Yu-jeong teaches at a college, but she finds little satisfaction in her career. After falling into a deep depression and losing her belief in God, Yu-jeong attempts suicide. While Yu-jeong survives, her actions drive a wedge between her and her family, who are committed Christians and believe suicide is a mortal sin. Yu-jeong turns to her aunt, Sister Monica, for guidance; Sister Monica is a nun who does volunteer work at a prison. 

There Yu-jeong meets Yun-su, a convict sentenced to death who like her has come to question the existence of God. As the two get to know one another, they become friends, and as they learn to bring hope back into their lives, they find themselves reexamining their denial of faith.

One brilliant story created by the famed mangaka _Yumeka Sumomo_, who's various works have comprised themes of elegance, beauty, and emotion. I don't believe words can summize just how magnificent and wonderful this artistic piece actually is. There was literally nothing wasted in the emotional impact delivered by the characters and their progressive development throughout the story.

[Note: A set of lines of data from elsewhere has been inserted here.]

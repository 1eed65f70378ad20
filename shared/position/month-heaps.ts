import { keptAt } from '../settlement/place.ts';
import { type Day, dayOfMonth, daysBetween, daysInMonth, monthOf, yearOf } from '../units/day.ts';

/** Wh and days gathered by year of age and calendar month. */
export type Heap = { energy: number; days: number };
export type Heaps = Map<number, Heap[]>;

/** Calendar months, January first. */
export const MONTHS = Array.from({ length: 12 }, (_, index) => index);

/** The days of a span that lie in one calendar month, and how many of its days are done with it. */
export type Segment = { month: number; days: number; done: number };

export function segmentsOf(from: Day, to: Day): Segment[] {
  const days = daysBetween(from, to);
  const segments: Segment[] = [];
  let year = yearOf(from);
  let month = monthOf(from);
  let left = daysInMonth(year, month) - dayOfMonth(from) + 1;
  let done = 0;
  while (done < days) {
    const part = Math.min(left, days - done);
    done += part;
    segments.push({ month: month - 1, days: part, done });
    month = month === 12 ? 1 : month + 1;
    if (month === 1) year += 1;
    left = daysInMonth(year, month);
  }
  return segments;
}

/** Shares a span's energy by days between its calendar months, in whole Wh that add up. */
export function gather(heaps: Heaps, age: number, segments: readonly Segment[], energy: number): void {
  let months = heaps.get(age);
  if (!months) {
    months = MONTHS.map(() => ({ energy: 0, days: 0 }));
    heaps.set(age, months);
  }
  const days = segments.at(-1)?.done ?? 0;
  let given = 0;
  for (const segment of segments) {
    const share = Math.round((energy * segment.done) / days);
    const heap = keptAt(months, segment.month);
    heap.energy += share - given;
    heap.days += segment.days;
    given = share;
  }
}

/** A calendar month over all ages. */
export function monthOfAll(heaps: Heaps, month: number): Heap {
  const total: Heap = { energy: 0, days: 0 };
  for (const months of heaps.values()) {
    const heap = keptAt(months, month);
    total.energy += heap.energy;
    total.days += heap.days;
  }
  return total;
}

/** All months over all ages. */
export function wholeYear(heaps: Heaps): Heap {
  const total: Heap = { energy: 0, days: 0 };
  for (const month of MONTHS) {
    const heap = monthOfAll(heaps, month);
    total.energy += heap.energy;
    total.days += heap.days;
  }
  return total;
}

_Watashitachi no Shiawase na Jikan _poses the hard questions that plague the human conscience, is it right to contemplate suicide in order to escape your life's seeming hardships? Does someone who's murdered three people in cold blood deserve the death penalty? Can a persons past discretion's be redeemed by someone who shares in their personal feelings and unsightly anguish?

The emotional impact delivered by this piece was both beautiful as well as astonishing. My eyes simply could not hold back the tears, I genuinely felt for each and every character. This story was absolutely amazing and I'll always cherish this relatively short read that was filled with a certain emotional value, in conjunction with a mature conveyance of intellect and growth.


----------



## Ralphy♥ (Dec 3, 2009)

_Yami no Hou E_



(One Shot/8 pages)​
A bizarre One Shot by Takato Yamamoto, a Japanese artist known for incorporating "Heisei Estheticism" style to his works. He's also well known for his post modern ukiyo-e styled artwork. This rather short one shot was beautiful in that it remained strangely eerie, abstract in it's potent nature, and oddly bizarre in it's presented material. I'll have to warn you that this One Shot contains erotic guro like themes in it's depiction of a male teen in an almost yaoi like way.

_A Good Day to Die_



(One Shot/16 pages)​
_A girl decides to commit suicide by jumping off a roof. As she falls down she reflects on her life._

An excellent One Shot that deals with grotesque themes, suicide, and sexually explicit goro like undertones. I tend to dote on all of Jun Hayami's artistic works, even though they are posed as hardcore goro story's aimed at being disturbing masturbatory fantasies. It might be sadistic of me to say, but in all actuality; I found many of his works astoundingly beautiful in that it depicts that which is hard to look at. Realistic shorts that though some may not like, do infact take place in society as a whole.


----------



## Sen (Jan 31, 2010)

*Title:* 13
*Mangaka:* Hideaki Sorachi
*Genres:* Action, Comedy, One Shot, and Shounen.
*Length:* One chapter (37 pages)
*Online reader: One Manga
Summary:*  Mondo Fujieda is in love with a girl named Izayo Gorugo. However, there's a problem: her family are all assassins. He ends up humiliating her and upon this humilation, she vows to kill him. Luckily for him she moves away. Years later, she comes back to seek vengeance, but what is a guy to do against a skilled assassin?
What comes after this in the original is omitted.